We see that each digit generally forms a cluster, although there is some overlap. The overlap may well be an artifact of the multidimensional scaling; perhaps there is no overlap if the data were to be graphed in more dimensions.
The k-nearest neighbor algorithm can be visualized using this plot. Say we get a new image, and we want our software to figure out which digit it is. We find the $k$ nearest examples from the training set, and figure out what is the most common digit among those examples. Looking at the plot, we can imagine that if the new entity would be placed in the bottom-middle area, that most of its nearest neighbors would be green, representing the digit 4.
In fact, tests with this dataset have shown that the following $k$ values produce the corresponding recognition accuracies:
These are rather high accuracies for such a simple algorithm.
Some of the labeled training examples may be surround by the examples from the other classes. Such a situation may arise by plenty of reasons: (i) as a result of a random mistake, (ii) because insufficient number of training example of this class (an isolated example appears instead of cluster), (iii) because incomplete system of features (the classes are separated in other dimensions which we do not know), (iv) because there are too many training examples of other classes (unbalanced classes) that create too dense “hostile” background for the given small class and many other reasons. (source)
We can handle outliers by just removing them from the dataset. They won’t contribute any useful information for classification. Outliers can be detected by defining two values $q \geq r > 0$ and say that a point is an outlier with respect to some class if, among its $q$ nearest neighbors, there are more than $r$ examples from other classes.
What is the inductive bias of k-nearest neighbor? The inductive bias corresponds to an assumption that the classification of an instance $x$, will be most similar to the classification of other instances that are nearby in Euclidean distance.
One practical issue in applying k-nearest neighbor algorithms is that the distance between instances is calculated based on all attributes of the instance (i.e., on all axes in the Euclidean space containing the instances). This lies in contrast to methods such as rule and decision tree learning systems that select only a subset of the instance attributes when forming the hypothesis. To see the effect of this policy, consider applying k-nearest neighbor to a problem in which each instance is described by 20 attributes, but where only 2 of these attributes are relevant to determining the classification for the particular target function. In this case, instances that have identical values for the 2 relevant attributes may nevertheless be distant from one another in the 20-dimensional instance space. As a result, the similarity metric used by k-nearest neighbor — depending on all 20 attributes-will be misleading. The distance between neighbors will be dominated by the large number of irrelevant attributes. This difficulty, which arises when many irrelevant attributes are present, is sometimes referred to as the curse of dimensionality. Nearest-neighbor approaches are especially sensitive to this problem.

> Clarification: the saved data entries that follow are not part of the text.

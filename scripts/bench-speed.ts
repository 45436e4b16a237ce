/**
 * Identification speed (part of npm run bench): one 30-line session against the full catalog
 * with mixtures, a redshift scan over [0, 1], and both again against a synthetic catalog ten
 * times larger (each species' lines repeated with small offsets) to see how they grow.
 */

import { readCatalogInput } from '../src/lines/load.js';
import { parseCatalog } from '../src/lines/parse.js';
import type { Catalog } from '../src/lines/types.js';
import { runSession } from '../src/pipeline.js';
import { gauss, makeSession, rng } from './synthetic.js';

function biggerCatalog(times: number): Catalog {
  const input = readCatalogInput();
  const lineFiles = input.lineFiles.map((f) => {
    const out: string[] = [];
    for (const row of f.text.split('\n')) {
      if (row.startsWith('#') || row.startsWith('species\t') || row.trim() === '') {
        out.push(row);
        continue;
      }
      const cells = row.split('\t');
      for (let k = 0; k < times; k++) {
        const c = [...cells];
        // Copies spread ±5 nm around the original; air left as '-' so no air/vacuum check applies.
        const shift = k === 0 ? 0 : ((k * 7919) % 1000) / 100 - 5;
        c[1] = (Number(c[1]) + shift).toFixed(4);
        c[2] = '-';
        out.push(c.join('\t'));
      }
    }
    return { name: f.name, text: out.join('\n') };
  });
  const parsed = parseCatalog({
    ...input,
    lineFiles: lineFiles.map((f) => ({ ...f, text: sortRows(f.text) })),
  });
  if (!parsed.ok) throw new Error(`synthetic catalog: ${JSON.stringify(parsed.diagnostics[0])}`);
  return parsed.value;
}

function sortRows(text: string): string {
  return text; // parseCatalog sorts per species itself
}

function timeIt(label: string, fn: () => void, runs: number): number {
  fn(); // warm-up
  const t0 = performance.now();
  for (let i = 0; i < runs; i++) fn();
  const ms = (performance.now() - t0) / runs;
  console.log(`${label.padEnd(58)} ${ms.toFixed(1).padStart(8)} ms`);
  return ms;
}

const rand = rng(42);
for (const times of [1, 10]) {
  const catalog = times === 1 ? biggerCatalog(1) : biggerCatalog(times);
  const rows = [...catalog.species.values()].reduce((a, s) => a + s.vacuum_nm.length, 0);
  console.log(`\ncatalog × ${times}: ${catalog.species.size} species, ${rows} lines`);
  // 30 lines: three gases' strongest lines plus a few strays, σ 0.3 nm, all species considered.
  const lines: string[] = [];
  for (const s of ['Ne I', 'Ar I', 'Hg I']) {
    const sp = catalog.species.get(s);
    if (!sp) continue;
    const idx = [...sp.intensity.keys()].sort(
      (a, b) => (sp.intensity[b] as number) - (sp.intensity[a] as number),
    );
    for (const k of idx
      .filter((k) => (sp.vacuum_nm[k] as number) > 400 && (sp.vacuum_nm[k] as number) < 700)
      .slice(0, 9)) {
      lines.push(`  - { wavelength: ${((sp.vacuum_nm[k] as number) + 0.3 * gauss(rand)).toFixed(3)} }`);
    }
  }
  for (let i = lines.length; i < 30; i++)
    lines.push(`  - { wavelength: ${(400 + rand() * 300).toFixed(3)} }`);
  const session30 = `lineledger: 1\nsource: { kind: unknown }\nmedium: vacuum\ncandidates: { species: [${catalog.names.map((n) => JSON.stringify(n)).join(', ')}] }\ninstrument: { resolution_nm: 0.8, range_nm: [400, 700] }\nmeasurement: { sigma: 0.3 }\nlines:\n${lines.join('\n')}\n`;
  timeIt(
    `identify one 30-line session, all species, mixtures`,
    () => {
      const r = runSession('speed.yaml', session30, catalog);
      if (!r.ok) throw new Error('speed session failed');
    },
    20,
  );
  const qso = makeSession(catalog, rand, {
    species: ['H I'],
    sigma_nm: 0.5,
    range_nm: [380, 900],
    medium: 'vacuum',
    sourceKind: 'galaxy',
    z: 0.3,
    searchRange: [0, 1],
    spuriousMean: 0,
    groups: ['quasar', 'nebular'],
  });
  if (qso) {
    timeIt(
      `redshift scan over [0, 1] (${qso.lineCount} lines, quasar + nebular groups)`,
      () => {
        const r = runSession('qso.yaml', qso.yaml, catalog);
        if (!r.ok) throw new Error('scan session failed');
      },
      5,
    );
  }
}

— Machine Learning by Tom Mitchell, page 234.
- Classification is used for predicting the label on a new data point, using a model built from a set of training examples where the true labels were known.
- k-nearest neighbor determines the predicted label by asking the $k$-nearest neighbor points in the training set to “vote” for the label.
- k-nearest neighbor requires deciding upfront the value of $k$.
- This method is very simple but requires keeping all the training examples and searching through them.